Stored data
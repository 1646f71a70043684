import { useEffect, useState } from 'react';
import type OpenSeadragon from 'openseadragon';
import { scaleBarFor, type ScaleBar } from './scaleBar';

/** Wanted on-screen length of the viewer's scale bar (CSS pixels). */
const TARGET_PX = 120;

/**
 * The scale bar of a viewer at its current zoom, updated on every animation frame and when the image opens.
 *
 * @param viewer - the viewer (its first image gives the pixel grid)
 * @param pixelNm - size of one image pixel (nm)
 * @returns the bar, or null until the image has opened
 */
export function useScaleBar(viewer: OpenSeadragon.Viewer | null | undefined, pixelNm: number): ScaleBar | null {
  const [bar, setBar] = useState<ScaleBar | null>(null);
  useEffect(() => {
    if (!viewer) return;
    const update = () => {
      const item = viewer.world.getItemAt(0);
      if (!item) return;
      const screenPxPerImagePx = item.viewportToImageZoom(viewer.viewport.getZoom(true));
      setBar(scaleBarFor(pixelNm / 1000 / screenPxPerImagePx, TARGET_PX));
    };
    viewer.addHandler('animation', update);
    viewer.addHandler('open', update);
    // the image may have opened before these handlers were attached (the viewer is handed over a render later)
    update();
    return () => {
      viewer.removeHandler('animation', update);
      viewer.removeHandler('open', update);
    };
  }, [viewer, pixelNm]);
  return bar;
}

TASK TO COMPLETE ->
Show the lines above with "useEffect".

TASK RESPONSE ->
import { useEffect, useState } from 'react';
  useEffect(() => {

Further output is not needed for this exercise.